• Task goal: For the entries below, the expected answer is the line with "# Case Western Reserve University Bearing Data Center, drive-end", the line with "assert [m.harmonics_found for", and every line between them, exactly as written, and nothing more.

[Stored items]

☆ ☆ ☆

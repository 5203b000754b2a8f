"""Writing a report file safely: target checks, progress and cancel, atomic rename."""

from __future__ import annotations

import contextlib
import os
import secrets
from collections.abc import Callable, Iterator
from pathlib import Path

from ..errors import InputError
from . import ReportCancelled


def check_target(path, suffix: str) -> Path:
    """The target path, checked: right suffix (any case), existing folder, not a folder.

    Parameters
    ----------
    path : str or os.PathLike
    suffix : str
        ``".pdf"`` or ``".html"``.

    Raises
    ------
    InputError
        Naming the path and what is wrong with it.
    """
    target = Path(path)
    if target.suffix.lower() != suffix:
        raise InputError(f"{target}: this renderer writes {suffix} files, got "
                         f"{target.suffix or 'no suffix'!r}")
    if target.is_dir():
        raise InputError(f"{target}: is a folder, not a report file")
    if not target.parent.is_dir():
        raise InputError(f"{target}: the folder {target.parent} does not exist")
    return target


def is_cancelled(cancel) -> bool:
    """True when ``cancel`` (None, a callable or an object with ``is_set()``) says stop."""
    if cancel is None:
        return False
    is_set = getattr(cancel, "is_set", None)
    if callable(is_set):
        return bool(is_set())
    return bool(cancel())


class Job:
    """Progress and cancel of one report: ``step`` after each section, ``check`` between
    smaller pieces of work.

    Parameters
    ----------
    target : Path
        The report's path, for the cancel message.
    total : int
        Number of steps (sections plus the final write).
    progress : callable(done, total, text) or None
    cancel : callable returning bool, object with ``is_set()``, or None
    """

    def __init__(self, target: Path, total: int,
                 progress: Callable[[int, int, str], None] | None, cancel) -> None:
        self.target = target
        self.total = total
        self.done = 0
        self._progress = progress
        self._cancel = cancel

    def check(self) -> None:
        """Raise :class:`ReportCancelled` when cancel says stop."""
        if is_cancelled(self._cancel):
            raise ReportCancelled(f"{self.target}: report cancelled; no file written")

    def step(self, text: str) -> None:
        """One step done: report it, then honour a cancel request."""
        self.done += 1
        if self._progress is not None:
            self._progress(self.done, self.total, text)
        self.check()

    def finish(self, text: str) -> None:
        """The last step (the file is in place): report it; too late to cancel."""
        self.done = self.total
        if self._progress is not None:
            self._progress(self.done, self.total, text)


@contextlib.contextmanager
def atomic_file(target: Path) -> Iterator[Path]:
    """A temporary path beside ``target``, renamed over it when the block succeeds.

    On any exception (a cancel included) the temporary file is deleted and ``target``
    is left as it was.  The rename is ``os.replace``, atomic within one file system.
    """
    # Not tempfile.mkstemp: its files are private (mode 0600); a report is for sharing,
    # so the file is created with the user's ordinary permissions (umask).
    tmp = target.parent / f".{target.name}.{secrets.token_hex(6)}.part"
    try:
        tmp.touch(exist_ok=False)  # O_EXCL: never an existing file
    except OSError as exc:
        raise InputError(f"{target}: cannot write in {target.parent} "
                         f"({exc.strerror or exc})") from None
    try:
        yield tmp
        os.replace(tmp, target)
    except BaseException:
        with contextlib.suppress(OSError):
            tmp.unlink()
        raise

☆ ☆ ☆

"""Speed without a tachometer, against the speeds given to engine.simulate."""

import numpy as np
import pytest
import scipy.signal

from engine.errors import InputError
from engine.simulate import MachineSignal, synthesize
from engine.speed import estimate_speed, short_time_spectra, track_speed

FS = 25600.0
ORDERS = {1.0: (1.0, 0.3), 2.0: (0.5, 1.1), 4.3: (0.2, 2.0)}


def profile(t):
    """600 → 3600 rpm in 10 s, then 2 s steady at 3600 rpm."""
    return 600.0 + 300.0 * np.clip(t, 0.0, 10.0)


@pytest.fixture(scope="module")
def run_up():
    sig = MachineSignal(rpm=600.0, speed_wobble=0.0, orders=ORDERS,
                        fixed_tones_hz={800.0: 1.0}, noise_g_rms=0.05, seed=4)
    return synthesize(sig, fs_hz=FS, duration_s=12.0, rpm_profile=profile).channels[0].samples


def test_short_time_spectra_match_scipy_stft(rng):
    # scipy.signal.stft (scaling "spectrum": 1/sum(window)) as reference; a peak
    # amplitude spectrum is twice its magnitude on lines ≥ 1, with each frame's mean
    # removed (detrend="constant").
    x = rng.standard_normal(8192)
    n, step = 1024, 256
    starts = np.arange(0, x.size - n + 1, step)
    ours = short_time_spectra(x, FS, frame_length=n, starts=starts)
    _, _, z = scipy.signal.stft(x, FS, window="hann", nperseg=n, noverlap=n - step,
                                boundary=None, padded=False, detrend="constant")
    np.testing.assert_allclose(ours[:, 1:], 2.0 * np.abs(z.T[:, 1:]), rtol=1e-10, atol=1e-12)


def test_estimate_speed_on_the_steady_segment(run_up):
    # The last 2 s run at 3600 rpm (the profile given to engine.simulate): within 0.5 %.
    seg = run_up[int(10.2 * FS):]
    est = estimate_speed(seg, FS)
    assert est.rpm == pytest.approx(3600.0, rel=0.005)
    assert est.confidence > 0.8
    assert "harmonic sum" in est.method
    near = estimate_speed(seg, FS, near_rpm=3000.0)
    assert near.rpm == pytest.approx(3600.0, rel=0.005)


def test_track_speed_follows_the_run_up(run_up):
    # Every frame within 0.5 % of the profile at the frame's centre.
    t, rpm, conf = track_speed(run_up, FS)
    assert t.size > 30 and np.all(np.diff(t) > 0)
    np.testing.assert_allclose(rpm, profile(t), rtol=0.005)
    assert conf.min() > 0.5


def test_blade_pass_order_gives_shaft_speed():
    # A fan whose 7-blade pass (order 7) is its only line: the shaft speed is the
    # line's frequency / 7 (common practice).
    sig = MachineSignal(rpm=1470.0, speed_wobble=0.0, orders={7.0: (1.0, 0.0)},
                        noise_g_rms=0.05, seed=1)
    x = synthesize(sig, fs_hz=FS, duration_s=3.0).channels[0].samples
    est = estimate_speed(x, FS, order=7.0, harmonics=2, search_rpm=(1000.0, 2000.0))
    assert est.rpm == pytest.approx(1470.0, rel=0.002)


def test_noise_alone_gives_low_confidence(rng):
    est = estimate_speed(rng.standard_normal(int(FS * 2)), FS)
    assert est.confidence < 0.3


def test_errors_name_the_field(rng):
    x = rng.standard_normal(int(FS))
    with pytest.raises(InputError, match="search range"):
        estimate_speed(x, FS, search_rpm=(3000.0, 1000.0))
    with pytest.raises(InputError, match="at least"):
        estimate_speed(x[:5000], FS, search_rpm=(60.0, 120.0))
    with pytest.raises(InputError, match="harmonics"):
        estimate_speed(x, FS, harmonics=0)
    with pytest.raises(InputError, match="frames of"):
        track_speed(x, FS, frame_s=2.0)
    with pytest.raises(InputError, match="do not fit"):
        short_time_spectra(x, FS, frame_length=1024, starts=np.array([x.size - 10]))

☆ ☆ ☆

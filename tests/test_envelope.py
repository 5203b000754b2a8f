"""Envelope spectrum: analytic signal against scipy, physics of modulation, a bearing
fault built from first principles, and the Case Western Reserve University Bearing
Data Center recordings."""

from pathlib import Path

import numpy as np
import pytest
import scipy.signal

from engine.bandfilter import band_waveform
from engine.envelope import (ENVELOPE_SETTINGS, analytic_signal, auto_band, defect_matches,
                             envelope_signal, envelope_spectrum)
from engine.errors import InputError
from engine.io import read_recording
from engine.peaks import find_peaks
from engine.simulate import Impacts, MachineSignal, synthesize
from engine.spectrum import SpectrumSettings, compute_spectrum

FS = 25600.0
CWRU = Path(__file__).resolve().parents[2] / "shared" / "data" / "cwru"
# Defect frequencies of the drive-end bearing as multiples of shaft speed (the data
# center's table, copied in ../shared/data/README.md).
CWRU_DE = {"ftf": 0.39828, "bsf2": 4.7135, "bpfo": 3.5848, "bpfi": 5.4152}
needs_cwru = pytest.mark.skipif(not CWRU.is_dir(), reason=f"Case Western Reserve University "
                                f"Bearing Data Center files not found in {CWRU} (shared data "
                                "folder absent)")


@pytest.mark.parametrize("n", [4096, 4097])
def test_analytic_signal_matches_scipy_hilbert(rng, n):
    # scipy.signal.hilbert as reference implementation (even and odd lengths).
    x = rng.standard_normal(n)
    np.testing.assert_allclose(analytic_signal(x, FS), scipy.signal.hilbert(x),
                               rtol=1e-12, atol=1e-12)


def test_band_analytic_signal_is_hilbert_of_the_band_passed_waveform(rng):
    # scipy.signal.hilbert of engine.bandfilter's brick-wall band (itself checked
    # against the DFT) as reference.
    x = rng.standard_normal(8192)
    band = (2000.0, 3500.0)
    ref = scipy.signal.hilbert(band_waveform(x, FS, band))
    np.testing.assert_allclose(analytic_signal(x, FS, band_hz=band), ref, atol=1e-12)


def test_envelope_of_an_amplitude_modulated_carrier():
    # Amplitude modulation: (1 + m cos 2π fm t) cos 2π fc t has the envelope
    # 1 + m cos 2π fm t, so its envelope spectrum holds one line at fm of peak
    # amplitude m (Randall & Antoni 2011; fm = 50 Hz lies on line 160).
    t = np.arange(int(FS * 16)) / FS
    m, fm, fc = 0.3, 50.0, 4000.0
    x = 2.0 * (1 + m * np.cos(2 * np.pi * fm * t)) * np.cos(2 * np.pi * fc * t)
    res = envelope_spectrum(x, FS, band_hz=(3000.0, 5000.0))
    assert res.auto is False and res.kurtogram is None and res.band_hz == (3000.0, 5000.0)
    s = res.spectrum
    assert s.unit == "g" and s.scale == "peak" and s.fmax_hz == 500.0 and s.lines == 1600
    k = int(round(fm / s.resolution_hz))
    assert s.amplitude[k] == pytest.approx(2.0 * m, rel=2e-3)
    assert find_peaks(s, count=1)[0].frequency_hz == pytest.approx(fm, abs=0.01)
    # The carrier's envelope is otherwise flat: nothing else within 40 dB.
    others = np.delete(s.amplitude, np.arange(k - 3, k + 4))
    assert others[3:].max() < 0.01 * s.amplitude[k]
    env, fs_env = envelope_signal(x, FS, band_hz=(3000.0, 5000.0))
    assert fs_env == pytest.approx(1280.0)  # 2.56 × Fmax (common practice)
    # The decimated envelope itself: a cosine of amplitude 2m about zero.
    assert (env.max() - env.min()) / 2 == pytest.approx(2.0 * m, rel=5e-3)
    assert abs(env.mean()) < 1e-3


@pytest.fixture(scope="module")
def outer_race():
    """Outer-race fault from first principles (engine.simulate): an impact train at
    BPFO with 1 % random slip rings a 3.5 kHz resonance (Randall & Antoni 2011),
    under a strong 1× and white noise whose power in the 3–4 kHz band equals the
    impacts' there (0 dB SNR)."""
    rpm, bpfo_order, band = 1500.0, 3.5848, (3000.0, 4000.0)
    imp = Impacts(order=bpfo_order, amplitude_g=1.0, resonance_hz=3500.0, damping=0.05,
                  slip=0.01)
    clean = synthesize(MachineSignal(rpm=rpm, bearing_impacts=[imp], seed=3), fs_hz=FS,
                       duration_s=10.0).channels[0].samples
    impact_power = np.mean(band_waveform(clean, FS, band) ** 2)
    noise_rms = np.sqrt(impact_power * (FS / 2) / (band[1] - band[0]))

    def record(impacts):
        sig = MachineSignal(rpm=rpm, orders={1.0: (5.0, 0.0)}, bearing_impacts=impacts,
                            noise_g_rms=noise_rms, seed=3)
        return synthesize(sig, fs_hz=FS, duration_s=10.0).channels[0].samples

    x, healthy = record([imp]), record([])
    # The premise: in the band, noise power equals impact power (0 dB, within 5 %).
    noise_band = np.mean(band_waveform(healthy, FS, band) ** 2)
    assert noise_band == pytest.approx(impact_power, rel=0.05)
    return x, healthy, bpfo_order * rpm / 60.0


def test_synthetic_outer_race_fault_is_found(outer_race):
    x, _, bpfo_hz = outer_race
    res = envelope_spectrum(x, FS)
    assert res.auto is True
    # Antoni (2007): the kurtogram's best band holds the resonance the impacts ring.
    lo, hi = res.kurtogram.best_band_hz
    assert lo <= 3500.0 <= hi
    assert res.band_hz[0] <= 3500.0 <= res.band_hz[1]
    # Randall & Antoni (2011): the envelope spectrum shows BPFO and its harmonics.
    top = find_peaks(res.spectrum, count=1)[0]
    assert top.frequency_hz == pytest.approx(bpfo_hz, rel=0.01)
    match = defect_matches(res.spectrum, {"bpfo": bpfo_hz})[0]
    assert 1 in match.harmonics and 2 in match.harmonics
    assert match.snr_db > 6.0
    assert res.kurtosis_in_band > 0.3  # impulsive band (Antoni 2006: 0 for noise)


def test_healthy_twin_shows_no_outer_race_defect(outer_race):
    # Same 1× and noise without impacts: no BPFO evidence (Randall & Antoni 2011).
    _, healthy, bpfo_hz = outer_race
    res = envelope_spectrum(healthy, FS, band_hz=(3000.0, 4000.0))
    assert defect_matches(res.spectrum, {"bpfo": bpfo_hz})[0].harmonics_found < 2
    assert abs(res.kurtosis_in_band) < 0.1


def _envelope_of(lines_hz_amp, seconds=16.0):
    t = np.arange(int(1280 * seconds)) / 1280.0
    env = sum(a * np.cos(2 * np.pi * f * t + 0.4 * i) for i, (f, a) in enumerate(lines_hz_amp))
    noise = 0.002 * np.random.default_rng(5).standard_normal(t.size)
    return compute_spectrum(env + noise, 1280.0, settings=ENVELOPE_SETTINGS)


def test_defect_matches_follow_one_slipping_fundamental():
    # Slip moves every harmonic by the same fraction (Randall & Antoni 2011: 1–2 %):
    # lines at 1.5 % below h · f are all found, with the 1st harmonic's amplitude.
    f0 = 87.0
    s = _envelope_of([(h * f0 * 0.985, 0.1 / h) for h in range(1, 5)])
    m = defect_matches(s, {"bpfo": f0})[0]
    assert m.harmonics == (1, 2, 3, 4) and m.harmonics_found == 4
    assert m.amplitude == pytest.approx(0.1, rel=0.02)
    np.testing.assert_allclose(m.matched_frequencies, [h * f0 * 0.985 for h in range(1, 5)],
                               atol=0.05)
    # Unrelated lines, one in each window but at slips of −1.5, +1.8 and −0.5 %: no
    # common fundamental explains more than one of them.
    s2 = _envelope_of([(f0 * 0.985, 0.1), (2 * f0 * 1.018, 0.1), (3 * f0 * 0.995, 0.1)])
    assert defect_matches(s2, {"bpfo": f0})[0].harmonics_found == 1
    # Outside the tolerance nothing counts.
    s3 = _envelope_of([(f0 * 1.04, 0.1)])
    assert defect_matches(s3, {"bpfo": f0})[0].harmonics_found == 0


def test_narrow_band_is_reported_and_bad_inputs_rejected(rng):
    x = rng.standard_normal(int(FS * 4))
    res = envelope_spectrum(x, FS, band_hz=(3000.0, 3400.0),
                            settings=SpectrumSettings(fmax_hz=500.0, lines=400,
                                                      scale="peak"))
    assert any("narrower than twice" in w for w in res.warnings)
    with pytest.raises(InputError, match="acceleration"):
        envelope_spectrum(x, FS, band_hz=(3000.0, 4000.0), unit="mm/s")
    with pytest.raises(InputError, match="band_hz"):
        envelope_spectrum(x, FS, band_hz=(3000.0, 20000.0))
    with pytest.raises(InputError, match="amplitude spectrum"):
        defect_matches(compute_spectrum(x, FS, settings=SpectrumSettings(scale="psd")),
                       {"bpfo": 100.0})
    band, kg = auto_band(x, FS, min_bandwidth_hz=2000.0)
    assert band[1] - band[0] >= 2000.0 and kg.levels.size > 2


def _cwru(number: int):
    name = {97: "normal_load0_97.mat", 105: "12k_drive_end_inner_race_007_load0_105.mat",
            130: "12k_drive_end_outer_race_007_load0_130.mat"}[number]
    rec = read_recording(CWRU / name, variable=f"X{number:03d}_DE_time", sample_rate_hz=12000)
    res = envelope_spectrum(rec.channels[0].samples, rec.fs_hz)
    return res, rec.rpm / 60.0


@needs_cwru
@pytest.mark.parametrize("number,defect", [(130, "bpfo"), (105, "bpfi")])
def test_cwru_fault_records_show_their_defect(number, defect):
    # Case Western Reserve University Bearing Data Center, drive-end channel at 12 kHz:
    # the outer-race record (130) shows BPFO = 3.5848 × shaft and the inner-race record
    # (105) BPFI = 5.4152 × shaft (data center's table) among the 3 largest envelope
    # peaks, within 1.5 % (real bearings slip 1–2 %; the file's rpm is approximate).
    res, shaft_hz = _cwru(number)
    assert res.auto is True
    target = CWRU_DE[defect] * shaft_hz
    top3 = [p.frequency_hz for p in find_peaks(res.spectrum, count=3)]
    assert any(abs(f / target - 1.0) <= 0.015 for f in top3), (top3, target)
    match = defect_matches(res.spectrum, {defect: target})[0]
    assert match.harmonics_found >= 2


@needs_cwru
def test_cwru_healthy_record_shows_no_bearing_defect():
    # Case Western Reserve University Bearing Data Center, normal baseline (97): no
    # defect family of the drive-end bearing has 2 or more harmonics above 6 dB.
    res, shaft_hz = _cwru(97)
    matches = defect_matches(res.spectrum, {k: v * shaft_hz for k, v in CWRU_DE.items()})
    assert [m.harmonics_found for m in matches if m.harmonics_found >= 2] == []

☆ ☆ ☆

• Written solution:
    # Case Western Reserve University Bearing Data Center, drive-end channel at 12 kHz:
    # the outer-race record (130) shows BPFO = 3.5848 × shaft and the inner-race record
    # (105) BPFI = 5.4152 × shaft (data center's table) among the 3 largest envelope
    # peaks, within 1.5 % (real bearings slip 1–2 %; the file's rpm is approximate).
    res, shaft_hz = _cwru(number)
    assert res.auto is True
    target = CWRU_DE[defect] * shaft_hz
    top3 = [p.frequency_hz for p in find_peaks(res.spectrum, count=3)]
    assert any(abs(f / target - 1.0) <= 0.015 for f in top3), (top3, target)
    match = defect_matches(res.spectrum, {defect: target})[0]
    assert match.harmonics_found >= 2


@needs_cwru
def test_cwru_healthy_record_shows_no_bearing_defect():
    # Case Western Reserve University Bearing Data Center, normal baseline (97): no
    # defect family of the drive-end bearing has 2 or more harmonics above 6 dB.
    res, shaft_hz = _cwru(97)
    matches = defect_matches(res.spectrum, {k: v * shaft_hz for k, v in CWRU_DE.items()})
    assert [m.harmonics_found for m in matches if m.harmonics_found >= 2] == []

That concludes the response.